**Exercise prompt**
Within the records, which lines hold the string "disabled"? Report each one by copying it.

**Task material**
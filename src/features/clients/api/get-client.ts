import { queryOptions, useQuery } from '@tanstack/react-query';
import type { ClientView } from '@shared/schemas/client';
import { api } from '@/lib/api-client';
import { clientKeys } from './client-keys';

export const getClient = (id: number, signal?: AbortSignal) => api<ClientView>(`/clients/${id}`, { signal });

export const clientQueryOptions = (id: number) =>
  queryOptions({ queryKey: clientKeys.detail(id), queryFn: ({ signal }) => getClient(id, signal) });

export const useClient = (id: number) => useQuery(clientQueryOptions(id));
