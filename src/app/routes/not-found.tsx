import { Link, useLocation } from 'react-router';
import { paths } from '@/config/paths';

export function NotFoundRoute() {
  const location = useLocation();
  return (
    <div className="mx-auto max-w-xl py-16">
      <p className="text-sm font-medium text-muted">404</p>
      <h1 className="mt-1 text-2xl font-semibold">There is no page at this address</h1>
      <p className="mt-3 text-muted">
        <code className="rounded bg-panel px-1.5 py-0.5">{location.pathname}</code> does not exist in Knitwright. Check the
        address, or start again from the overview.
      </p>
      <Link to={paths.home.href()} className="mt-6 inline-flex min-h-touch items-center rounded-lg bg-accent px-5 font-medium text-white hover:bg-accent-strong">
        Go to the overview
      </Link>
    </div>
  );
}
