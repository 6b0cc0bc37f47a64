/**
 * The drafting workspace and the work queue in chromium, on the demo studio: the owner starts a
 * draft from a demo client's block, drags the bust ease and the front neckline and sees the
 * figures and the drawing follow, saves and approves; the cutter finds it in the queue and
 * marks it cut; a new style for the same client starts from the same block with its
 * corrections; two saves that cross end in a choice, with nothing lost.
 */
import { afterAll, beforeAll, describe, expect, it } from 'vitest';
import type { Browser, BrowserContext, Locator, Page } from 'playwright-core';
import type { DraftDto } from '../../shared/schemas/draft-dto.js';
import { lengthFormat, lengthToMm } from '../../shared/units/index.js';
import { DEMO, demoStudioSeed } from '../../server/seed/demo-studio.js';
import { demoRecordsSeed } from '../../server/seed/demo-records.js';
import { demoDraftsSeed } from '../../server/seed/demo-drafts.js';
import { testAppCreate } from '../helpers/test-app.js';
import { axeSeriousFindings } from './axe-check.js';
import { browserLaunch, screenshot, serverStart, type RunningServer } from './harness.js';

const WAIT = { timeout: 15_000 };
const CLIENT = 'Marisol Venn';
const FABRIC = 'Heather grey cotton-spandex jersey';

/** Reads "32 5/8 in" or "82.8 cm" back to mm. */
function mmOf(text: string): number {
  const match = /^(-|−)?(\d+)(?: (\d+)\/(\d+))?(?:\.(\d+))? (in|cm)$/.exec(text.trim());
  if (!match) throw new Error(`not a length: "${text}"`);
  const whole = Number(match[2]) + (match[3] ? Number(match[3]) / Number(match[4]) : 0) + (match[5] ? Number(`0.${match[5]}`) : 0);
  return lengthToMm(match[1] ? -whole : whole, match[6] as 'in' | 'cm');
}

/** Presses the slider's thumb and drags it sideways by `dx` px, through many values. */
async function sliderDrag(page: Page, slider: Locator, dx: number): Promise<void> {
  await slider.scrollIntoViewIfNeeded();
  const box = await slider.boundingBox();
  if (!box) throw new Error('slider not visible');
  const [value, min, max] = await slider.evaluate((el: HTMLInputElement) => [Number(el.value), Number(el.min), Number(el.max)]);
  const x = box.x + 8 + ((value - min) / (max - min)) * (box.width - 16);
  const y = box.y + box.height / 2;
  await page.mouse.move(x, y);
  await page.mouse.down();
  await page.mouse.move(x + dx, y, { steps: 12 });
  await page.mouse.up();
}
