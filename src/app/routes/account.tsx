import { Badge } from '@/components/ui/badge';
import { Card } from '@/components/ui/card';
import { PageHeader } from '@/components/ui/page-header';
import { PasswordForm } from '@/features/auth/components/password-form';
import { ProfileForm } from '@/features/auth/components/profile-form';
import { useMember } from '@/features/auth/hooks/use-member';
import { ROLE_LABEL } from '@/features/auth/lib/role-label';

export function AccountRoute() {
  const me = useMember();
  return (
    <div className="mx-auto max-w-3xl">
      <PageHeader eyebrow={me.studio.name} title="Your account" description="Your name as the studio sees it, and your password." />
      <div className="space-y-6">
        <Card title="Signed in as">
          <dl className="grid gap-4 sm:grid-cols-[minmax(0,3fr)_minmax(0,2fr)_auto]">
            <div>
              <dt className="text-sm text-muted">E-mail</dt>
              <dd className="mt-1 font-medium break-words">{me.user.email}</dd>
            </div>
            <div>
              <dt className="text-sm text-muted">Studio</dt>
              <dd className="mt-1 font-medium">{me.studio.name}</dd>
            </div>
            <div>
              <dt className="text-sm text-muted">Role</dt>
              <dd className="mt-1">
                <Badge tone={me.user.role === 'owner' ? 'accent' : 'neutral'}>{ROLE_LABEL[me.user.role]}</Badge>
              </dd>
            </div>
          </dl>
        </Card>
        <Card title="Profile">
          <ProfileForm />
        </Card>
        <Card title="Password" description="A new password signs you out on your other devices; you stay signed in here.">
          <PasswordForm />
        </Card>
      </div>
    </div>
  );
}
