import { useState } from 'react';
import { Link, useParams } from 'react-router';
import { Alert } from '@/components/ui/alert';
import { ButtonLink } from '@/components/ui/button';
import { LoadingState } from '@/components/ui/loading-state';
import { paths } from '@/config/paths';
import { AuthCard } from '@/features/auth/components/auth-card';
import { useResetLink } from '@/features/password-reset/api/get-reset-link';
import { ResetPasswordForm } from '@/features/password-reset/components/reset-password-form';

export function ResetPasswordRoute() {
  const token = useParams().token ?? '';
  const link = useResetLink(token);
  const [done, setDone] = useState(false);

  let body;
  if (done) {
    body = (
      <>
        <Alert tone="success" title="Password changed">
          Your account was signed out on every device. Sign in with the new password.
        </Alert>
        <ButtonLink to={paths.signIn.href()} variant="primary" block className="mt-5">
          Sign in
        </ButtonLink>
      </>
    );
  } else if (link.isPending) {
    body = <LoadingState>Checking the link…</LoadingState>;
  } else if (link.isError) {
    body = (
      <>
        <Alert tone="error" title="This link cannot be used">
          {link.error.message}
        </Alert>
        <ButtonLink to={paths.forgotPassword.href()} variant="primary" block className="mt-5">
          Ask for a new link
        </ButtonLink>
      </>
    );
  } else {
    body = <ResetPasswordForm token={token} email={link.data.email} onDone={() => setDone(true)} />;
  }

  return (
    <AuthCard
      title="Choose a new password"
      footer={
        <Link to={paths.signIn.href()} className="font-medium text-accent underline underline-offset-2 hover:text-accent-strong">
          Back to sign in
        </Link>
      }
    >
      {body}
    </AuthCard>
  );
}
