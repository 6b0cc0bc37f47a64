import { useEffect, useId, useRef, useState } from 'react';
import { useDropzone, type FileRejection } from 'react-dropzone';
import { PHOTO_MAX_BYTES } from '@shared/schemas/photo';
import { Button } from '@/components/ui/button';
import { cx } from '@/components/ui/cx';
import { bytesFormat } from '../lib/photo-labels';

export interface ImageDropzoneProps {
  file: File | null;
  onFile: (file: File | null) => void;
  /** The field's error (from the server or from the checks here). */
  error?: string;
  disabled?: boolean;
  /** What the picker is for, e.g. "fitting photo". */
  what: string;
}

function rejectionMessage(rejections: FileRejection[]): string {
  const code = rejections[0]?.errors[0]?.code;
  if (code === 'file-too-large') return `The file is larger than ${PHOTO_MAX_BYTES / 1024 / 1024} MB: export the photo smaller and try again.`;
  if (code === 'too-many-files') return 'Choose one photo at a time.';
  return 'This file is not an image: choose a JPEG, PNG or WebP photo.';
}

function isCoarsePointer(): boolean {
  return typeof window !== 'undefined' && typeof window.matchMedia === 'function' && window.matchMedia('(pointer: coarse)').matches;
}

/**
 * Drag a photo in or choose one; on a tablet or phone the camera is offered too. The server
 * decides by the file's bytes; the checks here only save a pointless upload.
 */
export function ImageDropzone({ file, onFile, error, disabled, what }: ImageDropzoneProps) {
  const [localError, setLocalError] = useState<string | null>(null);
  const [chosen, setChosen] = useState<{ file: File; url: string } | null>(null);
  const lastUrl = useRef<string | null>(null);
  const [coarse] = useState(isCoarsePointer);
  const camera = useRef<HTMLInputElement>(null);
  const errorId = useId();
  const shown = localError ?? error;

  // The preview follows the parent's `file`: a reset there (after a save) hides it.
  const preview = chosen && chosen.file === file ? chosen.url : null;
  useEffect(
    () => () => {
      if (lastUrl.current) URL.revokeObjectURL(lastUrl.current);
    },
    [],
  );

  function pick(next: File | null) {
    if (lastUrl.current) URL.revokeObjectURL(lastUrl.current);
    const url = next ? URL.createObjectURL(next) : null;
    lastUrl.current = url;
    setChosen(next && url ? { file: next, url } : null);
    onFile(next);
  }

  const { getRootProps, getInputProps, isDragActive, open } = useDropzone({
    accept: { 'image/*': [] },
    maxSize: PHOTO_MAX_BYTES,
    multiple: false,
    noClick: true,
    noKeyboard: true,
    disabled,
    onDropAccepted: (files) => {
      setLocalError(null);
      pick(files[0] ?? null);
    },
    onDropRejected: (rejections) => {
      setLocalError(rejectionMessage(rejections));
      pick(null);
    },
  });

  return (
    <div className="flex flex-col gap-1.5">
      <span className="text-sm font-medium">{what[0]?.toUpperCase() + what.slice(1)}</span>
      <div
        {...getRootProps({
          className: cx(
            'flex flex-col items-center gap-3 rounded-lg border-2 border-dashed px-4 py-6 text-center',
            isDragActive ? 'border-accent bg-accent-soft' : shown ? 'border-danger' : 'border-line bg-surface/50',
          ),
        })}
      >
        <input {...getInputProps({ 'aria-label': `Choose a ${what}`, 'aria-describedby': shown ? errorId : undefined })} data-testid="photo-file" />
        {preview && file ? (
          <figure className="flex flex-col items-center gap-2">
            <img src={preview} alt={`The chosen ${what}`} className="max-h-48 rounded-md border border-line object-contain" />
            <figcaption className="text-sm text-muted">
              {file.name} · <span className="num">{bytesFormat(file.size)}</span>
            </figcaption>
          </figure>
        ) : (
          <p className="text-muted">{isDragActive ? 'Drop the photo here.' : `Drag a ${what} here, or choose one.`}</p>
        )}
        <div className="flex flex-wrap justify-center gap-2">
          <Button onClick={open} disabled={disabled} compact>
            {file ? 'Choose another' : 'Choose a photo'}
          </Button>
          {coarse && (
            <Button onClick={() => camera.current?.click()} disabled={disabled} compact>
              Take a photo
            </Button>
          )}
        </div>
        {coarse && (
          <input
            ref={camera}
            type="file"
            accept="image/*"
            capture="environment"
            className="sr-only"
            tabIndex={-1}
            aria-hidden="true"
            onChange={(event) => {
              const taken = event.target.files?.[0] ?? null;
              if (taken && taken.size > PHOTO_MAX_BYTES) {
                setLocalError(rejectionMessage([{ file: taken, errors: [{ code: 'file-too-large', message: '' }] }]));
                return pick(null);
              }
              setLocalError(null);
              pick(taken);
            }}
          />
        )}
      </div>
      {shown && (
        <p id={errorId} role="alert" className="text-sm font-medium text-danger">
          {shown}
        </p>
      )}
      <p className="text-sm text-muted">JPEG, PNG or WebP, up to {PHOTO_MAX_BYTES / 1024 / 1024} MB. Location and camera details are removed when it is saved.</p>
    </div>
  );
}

**Solution**
  disabled?: boolean;
export function ImageDropzone({ file, onFile, error, disabled, what }: ImageDropzoneProps) {
    disabled,
          <Button onClick={open} disabled={disabled} compact>
            <Button onClick={() => camera.current?.click()} disabled={disabled} compact>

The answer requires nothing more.